WHAT TO DO: Your answer must contain each line of the data, copied exactly.
▼
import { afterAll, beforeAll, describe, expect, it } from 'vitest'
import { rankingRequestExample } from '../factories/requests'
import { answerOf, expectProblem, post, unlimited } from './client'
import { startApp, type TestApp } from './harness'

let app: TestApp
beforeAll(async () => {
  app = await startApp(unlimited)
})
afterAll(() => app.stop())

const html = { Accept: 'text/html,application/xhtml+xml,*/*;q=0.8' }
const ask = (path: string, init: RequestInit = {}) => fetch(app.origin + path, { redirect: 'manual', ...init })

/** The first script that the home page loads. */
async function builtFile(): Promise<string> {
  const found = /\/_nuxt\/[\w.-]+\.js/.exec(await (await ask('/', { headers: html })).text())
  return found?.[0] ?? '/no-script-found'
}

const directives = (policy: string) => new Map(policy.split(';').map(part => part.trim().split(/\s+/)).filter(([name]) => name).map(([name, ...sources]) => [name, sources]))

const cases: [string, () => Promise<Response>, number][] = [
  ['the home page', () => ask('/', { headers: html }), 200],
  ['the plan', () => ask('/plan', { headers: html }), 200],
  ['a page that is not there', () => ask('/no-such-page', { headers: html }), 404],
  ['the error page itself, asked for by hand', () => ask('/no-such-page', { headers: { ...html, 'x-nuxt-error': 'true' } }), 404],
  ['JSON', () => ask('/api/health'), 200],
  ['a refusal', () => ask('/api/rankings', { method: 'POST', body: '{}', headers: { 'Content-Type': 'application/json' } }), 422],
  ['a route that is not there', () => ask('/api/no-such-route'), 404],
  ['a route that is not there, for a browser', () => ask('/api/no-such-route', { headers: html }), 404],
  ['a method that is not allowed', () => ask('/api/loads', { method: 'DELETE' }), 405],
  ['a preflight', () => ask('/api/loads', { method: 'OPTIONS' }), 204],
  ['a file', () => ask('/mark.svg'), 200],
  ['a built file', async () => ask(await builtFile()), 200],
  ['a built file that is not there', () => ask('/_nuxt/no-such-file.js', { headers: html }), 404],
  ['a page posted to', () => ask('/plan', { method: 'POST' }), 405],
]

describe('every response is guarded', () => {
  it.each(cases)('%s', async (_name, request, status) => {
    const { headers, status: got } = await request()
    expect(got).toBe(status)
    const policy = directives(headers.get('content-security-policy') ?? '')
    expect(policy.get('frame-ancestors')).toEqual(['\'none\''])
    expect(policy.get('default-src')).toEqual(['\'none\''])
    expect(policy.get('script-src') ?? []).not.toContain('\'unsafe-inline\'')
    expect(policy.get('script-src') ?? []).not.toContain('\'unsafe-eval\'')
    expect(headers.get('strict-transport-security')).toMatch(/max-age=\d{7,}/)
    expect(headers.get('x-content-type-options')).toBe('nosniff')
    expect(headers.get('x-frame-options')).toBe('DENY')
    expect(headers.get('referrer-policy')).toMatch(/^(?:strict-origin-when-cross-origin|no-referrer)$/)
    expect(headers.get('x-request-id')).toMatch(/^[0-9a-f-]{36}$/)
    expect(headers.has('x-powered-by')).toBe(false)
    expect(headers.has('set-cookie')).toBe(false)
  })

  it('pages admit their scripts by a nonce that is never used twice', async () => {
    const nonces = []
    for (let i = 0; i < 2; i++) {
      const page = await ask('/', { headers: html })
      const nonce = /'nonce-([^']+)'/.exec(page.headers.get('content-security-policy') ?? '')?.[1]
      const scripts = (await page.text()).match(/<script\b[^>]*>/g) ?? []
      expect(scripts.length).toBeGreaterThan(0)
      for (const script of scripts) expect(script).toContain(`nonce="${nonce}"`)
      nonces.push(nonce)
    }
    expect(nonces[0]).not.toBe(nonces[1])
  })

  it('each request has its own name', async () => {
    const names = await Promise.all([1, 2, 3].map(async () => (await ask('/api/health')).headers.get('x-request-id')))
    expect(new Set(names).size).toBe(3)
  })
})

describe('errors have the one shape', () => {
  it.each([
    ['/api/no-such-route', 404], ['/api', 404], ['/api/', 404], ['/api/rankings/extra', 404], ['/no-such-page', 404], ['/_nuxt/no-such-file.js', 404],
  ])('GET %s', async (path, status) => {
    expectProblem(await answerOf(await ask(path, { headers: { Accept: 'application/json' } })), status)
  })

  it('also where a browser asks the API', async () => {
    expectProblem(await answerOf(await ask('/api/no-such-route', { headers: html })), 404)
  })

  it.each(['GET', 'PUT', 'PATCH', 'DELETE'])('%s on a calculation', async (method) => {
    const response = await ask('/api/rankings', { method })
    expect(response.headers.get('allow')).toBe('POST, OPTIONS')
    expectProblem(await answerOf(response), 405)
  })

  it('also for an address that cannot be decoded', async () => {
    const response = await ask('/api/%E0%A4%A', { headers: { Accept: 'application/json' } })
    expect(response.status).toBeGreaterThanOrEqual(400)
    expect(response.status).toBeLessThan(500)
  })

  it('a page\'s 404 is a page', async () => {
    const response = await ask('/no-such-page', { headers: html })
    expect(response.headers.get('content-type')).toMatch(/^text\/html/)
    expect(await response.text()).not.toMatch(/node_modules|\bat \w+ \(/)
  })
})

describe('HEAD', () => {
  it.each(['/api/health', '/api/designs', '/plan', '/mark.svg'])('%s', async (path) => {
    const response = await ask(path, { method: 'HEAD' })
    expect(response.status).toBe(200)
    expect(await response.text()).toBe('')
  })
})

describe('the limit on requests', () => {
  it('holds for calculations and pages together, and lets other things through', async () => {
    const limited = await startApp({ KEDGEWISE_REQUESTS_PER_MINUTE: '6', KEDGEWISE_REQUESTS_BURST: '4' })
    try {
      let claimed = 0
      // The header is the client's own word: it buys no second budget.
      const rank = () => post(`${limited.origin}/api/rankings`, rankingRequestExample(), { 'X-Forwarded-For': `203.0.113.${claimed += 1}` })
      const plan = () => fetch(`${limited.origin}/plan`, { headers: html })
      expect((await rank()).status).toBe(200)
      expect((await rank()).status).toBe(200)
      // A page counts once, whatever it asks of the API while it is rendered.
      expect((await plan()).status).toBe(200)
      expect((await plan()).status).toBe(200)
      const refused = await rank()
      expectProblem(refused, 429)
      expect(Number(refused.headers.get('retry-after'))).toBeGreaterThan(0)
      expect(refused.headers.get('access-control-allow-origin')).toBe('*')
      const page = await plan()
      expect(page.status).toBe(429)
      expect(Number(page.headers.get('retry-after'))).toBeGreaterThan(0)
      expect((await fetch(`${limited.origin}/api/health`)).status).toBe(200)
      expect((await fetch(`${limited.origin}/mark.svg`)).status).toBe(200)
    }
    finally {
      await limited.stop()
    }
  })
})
▲
ANSWER TO THE EXERCISE:
import { afterAll, beforeAll, describe, expect, it } from 'vitest'
import { rankingRequestExample } from '../factories/requests'
import { answerOf, expectProblem, post, unlimited } from './client'
import { startApp, type TestApp } from './harness'

let app: TestApp
beforeAll(async () => {
  app = await startApp(unlimited)
})
afterAll(() => app.stop())

const html = { Accept: 'text/html,application/xhtml+xml,*/*;q=0.8' }
const ask = (path: string, init: RequestInit = {}) => fetch(app.origin + path, { redirect: 'manual', ...init })

/** The first script that the home page loads. */
async function builtFile(): Promise<string> {
  const found = /\/_nuxt\/[\w.-]+\.js/.exec(await (await ask('/', { headers: html })).text())
  return found?.[0] ?? '/no-script-found'
}

const directives = (policy: string) => new Map(policy.split(';').map(part => part.trim().split(/\s+/)).filter(([name]) => name).map(([name, ...sources]) => [name, sources]))

const cases: [string, () => Promise<Response>, number][] = [
  ['the home page', () => ask('/', { headers: html }), 200],
  ['the plan', () => ask('/plan', { headers: html }), 200],
  ['a page that is not there', () => ask('/no-such-page', { headers: html }), 404],
  ['the error page itself, asked for by hand', () => ask('/no-such-page', { headers: { ...html, 'x-nuxt-error': 'true' } }), 404],
  ['JSON', () => ask('/api/health'), 200],
  ['a refusal', () => ask('/api/rankings', { method: 'POST', body: '{}', headers: { 'Content-Type': 'application/json' } }), 422],
  ['a route that is not there', () => ask('/api/no-such-route'), 404],
  ['a route that is not there, for a browser', () => ask('/api/no-such-route', { headers: html }), 404],
  ['a method that is not allowed', () => ask('/api/loads', { method: 'DELETE' }), 405],
  ['a preflight', () => ask('/api/loads', { method: 'OPTIONS' }), 204],
  ['a file', () => ask('/mark.svg'), 200],
  ['a built file', async () => ask(await builtFile()), 200],
  ['a built file that is not there', () => ask('/_nuxt/no-such-file.js', { headers: html }), 404],
  ['a page posted to', () => ask('/plan', { method: 'POST' }), 405],
]

describe('every response is guarded', () => {
  it.each(cases)('%s', async (_name, request, status) => {
    const { headers, status: got } = await request()
    expect(got).toBe(status)
    const policy = directives(headers.get('content-security-policy') ?? '')
    expect(policy.get('frame-ancestors')).toEqual(['\'none\''])
    expect(policy.get('default-src')).toEqual(['\'none\''])
    expect(policy.get('script-src') ?? []).not.toContain('\'unsafe-inline\'')
    expect(policy.get('script-src') ?? []).not.toContain('\'unsafe-eval\'')
    expect(headers.get('strict-transport-security')).toMatch(/max-age=\d{7,}/)
    expect(headers.get('x-content-type-options')).toBe('nosniff')
    expect(headers.get('x-frame-options')).toBe('DENY')
    expect(headers.get('referrer-policy')).toMatch(/^(?:strict-origin-when-cross-origin|no-referrer)$/)
    expect(headers.get('x-request-id')).toMatch(/^[0-9a-f-]{36}$/)
    expect(headers.has('x-powered-by')).toBe(false)
    expect(headers.has('set-cookie')).toBe(false)
  })

  it('pages admit their scripts by a nonce that is never used twice', async () => {
    const nonces = []
    for (let i = 0; i < 2; i++) {
      const page = await ask('/', { headers: html })
      const nonce = /'nonce-([^']+)'/.exec(page.headers.get('content-security-policy') ?? '')?.[1]
      const scripts = (await page.text()).match(/<script\b[^>]*>/g) ?? []
      expect(scripts.length).toBeGreaterThan(0)
      for (const script of scripts) expect(script).toContain(`nonce="${nonce}"`)
      nonces.push(nonce)
    }
    expect(nonces[0]).not.toBe(nonces[1])
  })

  it('each request has its own name', async () => {
    const names = await Promise.all([1, 2, 3].map(async () => (await ask('/api/health')).headers.get('x-request-id')))
    expect(new Set(names).size).toBe(3)
  })
})

describe('errors have the one shape', () => {
  it.each([
    ['/api/no-such-route', 404], ['/api', 404], ['/api/', 404], ['/api/rankings/extra', 404], ['/no-such-page', 404], ['/_nuxt/no-such-file.js', 404],
  ])('GET %s', async (path, status) => {
    expectProblem(await answerOf(await ask(path, { headers: { Accept: 'application/json' } })), status)
  })

  it('also where a browser asks the API', async () => {
    expectProblem(await answerOf(await ask('/api/no-such-route', { headers: html })), 404)
  })

  it.each(['GET', 'PUT', 'PATCH', 'DELETE'])('%s on a calculation', async (method) => {
    const response = await ask('/api/rankings', { method })
    expect(response.headers.get('allow')).toBe('POST, OPTIONS')
    expectProblem(await answerOf(response), 405)
  })

  it('also for an address that cannot be decoded', async () => {
    const response = await ask('/api/%E0%A4%A', { headers: { Accept: 'application/json' } })
    expect(response.status).toBeGreaterThanOrEqual(400)
    expect(response.status).toBeLessThan(500)
  })

  it('a page\'s 404 is a page', async () => {
    const response = await ask('/no-such-page', { headers: html })
    expect(response.headers.get('content-type')).toMatch(/^text\/html/)
    expect(await response.text()).not.toMatch(/node_modules|\bat \w+ \(/)
  })
})

describe('HEAD', () => {
  it.each(['/api/health', '/api/designs', '/plan', '/mark.svg'])('%s', async (path) => {
    const response = await ask(path, { method: 'HEAD' })
    expect(response.status).toBe(200)
    expect(await response.text()).toBe('')
  })
})

describe('the limit on requests', () => {
  it('holds for calculations and pages together, and lets other things through', async () => {
    const limited = await startApp({ KEDGEWISE_REQUESTS_PER_MINUTE: '6', KEDGEWISE_REQUESTS_BURST: '4' })
    try {
      let claimed = 0
      // The header is the client's own word: it buys no second budget.
      const rank = () => post(`${limited.origin}/api/rankings`, rankingRequestExample(), { 'X-Forwarded-For': `203.0.113.${claimed += 1}` })
      const plan = () => fetch(`${limited.origin}/plan`, { headers: html })
      expect((await rank()).status).toBe(200)
      expect((await rank()).status).toBe(200)
      // A page counts once, whatever it asks of the API while it is rendered.
      expect((await plan()).status).toBe(200)
      expect((await plan()).status).toBe(200)
      const refused = await rank()
      expectProblem(refused, 429)
      expect(Number(refused.headers.get('retry-after'))).toBeGreaterThan(0)
      expect(refused.headers.get('access-control-allow-origin')).toBe('*')
      const page = await plan()
      expect(page.status).toBe(429)
      expect(Number(page.headers.get('retry-after'))).toBeGreaterThan(0)
      expect((await fetch(`${limited.origin}/api/health`)).status).toBe(200)
      expect((await fetch(`${limited.origin}/mark.svg`)).status).toBe(200)
    }
    finally {
      await limited.stop()
    }
  })
})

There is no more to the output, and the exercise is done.